## Problem requirements
From the data below, repeat exactly the lines from the line with "from narrowgauge.kernel.loading import" to the line with "kernel.foreign.check(arms)", both included.

## Records for processing
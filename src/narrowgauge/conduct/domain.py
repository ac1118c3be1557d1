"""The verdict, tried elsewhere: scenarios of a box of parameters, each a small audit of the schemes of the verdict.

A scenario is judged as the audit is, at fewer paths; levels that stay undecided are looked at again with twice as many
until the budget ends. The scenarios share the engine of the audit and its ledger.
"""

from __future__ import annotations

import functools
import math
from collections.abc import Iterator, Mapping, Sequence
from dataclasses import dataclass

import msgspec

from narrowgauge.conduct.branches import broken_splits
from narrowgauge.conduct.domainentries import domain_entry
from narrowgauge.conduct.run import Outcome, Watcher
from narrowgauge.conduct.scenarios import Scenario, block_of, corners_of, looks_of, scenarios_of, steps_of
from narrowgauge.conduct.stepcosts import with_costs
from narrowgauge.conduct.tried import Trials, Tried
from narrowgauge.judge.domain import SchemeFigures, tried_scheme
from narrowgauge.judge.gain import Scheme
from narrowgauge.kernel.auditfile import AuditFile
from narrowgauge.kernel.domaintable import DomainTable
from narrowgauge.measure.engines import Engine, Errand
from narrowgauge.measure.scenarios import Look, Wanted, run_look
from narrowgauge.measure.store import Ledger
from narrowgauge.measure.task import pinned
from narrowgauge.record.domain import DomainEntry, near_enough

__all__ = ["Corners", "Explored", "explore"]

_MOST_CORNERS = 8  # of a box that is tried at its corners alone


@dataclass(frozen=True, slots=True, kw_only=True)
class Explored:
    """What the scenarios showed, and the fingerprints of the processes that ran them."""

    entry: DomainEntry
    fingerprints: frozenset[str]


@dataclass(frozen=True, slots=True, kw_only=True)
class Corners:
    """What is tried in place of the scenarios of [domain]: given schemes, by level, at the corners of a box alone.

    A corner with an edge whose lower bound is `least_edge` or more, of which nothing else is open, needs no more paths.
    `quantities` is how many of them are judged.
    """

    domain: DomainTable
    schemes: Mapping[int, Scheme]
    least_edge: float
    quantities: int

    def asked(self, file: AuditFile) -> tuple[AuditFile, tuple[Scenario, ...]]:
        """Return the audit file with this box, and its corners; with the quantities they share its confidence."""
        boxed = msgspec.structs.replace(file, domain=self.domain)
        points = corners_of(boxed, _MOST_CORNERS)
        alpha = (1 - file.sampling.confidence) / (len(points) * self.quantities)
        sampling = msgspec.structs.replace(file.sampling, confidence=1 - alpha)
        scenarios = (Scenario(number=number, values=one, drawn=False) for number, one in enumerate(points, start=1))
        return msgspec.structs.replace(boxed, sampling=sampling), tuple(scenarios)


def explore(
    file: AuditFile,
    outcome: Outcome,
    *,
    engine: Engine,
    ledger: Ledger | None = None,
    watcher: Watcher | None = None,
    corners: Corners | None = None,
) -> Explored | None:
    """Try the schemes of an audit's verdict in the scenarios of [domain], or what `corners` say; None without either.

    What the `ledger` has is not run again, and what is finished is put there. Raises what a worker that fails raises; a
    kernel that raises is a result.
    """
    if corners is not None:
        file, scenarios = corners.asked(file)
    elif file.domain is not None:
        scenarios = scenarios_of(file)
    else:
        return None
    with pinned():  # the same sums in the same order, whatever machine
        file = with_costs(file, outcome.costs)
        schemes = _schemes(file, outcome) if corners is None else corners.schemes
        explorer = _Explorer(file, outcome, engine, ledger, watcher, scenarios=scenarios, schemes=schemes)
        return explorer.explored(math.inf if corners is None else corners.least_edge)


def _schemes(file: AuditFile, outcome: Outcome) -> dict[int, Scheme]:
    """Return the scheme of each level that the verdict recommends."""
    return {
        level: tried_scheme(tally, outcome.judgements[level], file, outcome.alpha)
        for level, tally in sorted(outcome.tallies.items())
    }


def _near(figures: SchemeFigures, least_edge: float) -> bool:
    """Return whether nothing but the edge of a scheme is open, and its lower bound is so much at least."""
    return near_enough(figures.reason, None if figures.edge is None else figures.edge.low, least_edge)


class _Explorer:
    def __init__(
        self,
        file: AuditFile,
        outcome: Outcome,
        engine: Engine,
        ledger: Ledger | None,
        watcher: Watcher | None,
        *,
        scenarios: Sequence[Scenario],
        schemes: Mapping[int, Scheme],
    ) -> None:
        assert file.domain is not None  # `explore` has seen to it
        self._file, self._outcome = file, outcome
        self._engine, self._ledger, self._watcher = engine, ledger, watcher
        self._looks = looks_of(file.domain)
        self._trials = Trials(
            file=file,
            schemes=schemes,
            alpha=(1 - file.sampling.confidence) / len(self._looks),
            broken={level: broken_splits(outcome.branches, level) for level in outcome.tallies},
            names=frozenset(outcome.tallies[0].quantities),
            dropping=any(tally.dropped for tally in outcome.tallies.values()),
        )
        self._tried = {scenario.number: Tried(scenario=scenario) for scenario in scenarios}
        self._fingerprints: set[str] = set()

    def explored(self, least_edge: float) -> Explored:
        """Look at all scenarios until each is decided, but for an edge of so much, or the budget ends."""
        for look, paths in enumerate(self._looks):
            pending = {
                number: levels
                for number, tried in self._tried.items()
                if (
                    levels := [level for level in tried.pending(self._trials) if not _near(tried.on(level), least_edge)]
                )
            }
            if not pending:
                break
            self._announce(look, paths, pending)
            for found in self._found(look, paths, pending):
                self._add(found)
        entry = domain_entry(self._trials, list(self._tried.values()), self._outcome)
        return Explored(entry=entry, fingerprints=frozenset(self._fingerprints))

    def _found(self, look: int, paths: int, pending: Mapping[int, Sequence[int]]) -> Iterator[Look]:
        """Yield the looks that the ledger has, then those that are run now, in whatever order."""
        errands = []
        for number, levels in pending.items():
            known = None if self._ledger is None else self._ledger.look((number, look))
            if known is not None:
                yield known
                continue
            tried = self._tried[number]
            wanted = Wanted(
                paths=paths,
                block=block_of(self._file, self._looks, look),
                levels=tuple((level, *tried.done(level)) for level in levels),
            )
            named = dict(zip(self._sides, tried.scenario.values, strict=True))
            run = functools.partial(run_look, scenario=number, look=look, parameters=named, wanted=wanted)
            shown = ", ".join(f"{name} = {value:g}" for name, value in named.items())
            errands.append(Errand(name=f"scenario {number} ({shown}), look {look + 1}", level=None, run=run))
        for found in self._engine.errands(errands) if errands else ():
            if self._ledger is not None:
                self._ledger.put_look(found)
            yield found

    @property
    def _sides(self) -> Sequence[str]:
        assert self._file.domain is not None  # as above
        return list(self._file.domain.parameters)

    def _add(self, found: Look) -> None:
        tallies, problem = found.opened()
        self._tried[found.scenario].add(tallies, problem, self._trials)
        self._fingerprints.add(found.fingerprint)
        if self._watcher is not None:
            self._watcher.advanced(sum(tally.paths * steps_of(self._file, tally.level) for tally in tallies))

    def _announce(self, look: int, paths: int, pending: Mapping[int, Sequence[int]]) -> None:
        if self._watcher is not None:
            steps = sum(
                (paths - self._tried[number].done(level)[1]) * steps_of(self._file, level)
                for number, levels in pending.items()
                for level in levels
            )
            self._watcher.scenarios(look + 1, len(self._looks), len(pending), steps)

==

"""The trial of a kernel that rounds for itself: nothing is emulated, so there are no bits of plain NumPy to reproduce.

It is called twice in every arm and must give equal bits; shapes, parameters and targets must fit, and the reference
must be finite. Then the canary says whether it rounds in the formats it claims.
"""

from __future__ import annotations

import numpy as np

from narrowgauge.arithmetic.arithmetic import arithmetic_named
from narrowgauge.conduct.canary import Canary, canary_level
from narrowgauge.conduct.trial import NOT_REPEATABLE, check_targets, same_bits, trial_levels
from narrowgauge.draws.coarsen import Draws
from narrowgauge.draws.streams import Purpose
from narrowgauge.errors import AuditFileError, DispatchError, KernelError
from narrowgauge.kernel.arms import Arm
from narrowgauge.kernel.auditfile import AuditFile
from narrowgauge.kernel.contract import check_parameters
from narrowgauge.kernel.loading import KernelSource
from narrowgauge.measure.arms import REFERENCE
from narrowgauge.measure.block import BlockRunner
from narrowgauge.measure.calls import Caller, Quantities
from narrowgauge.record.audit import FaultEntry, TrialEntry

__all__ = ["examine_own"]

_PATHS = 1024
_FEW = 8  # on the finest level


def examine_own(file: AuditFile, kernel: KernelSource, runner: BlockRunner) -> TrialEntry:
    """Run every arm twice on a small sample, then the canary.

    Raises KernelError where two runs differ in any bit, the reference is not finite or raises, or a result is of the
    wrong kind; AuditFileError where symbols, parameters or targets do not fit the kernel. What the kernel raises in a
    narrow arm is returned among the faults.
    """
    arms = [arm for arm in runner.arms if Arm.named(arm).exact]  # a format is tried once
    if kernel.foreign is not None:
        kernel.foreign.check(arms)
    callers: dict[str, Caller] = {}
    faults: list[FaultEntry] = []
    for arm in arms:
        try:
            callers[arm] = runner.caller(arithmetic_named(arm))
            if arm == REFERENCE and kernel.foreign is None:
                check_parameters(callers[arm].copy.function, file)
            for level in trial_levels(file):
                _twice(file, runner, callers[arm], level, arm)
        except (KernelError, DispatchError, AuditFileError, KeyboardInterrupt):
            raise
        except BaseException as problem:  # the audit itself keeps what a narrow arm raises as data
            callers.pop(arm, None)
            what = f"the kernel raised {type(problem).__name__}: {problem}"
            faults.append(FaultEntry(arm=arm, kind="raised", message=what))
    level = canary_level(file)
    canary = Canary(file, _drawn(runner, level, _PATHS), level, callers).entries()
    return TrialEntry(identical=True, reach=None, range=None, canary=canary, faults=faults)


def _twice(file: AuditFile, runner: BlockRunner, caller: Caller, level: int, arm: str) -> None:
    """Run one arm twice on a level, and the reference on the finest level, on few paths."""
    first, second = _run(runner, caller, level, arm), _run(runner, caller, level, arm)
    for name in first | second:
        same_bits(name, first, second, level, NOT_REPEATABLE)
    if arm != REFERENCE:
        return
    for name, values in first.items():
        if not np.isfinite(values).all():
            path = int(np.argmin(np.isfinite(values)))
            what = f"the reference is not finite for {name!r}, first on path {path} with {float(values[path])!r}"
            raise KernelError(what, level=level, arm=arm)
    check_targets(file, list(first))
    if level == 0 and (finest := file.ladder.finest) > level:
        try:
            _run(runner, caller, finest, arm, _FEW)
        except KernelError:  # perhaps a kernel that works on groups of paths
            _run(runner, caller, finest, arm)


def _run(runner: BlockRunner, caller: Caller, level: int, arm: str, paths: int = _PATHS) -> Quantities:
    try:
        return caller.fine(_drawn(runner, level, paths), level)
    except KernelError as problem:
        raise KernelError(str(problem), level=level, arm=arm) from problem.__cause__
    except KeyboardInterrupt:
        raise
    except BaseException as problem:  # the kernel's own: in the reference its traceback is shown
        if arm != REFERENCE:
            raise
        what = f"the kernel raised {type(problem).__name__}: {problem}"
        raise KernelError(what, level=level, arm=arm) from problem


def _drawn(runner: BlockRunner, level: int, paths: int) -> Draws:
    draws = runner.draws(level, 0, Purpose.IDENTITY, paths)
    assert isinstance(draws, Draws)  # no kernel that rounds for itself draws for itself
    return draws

## Your response
from narrowgauge.kernel.loading import KernelSource
from narrowgauge.measure.arms import REFERENCE
from narrowgauge.measure.block import BlockRunner
from narrowgauge.measure.calls import Caller, Quantities
from narrowgauge.record.audit import FaultEntry, TrialEntry

__all__ = ["examine_own"]

_PATHS = 1024
_FEW = 8  # on the finest level


def examine_own(file: AuditFile, kernel: KernelSource, runner: BlockRunner) -> TrialEntry:
    """Run every arm twice on a small sample, then the canary.

    Raises KernelError where two runs differ in any bit, the reference is not finite or raises, or a result is of the
    wrong kind; AuditFileError where symbols, parameters or targets do not fit the kernel. What the kernel raises in a
    narrow arm is returned among the faults.
    """
    arms = [arm for arm in runner.arms if Arm.named(arm).exact]  # a format is tried once
    if kernel.foreign is not None:
        kernel.foreign.check(arms)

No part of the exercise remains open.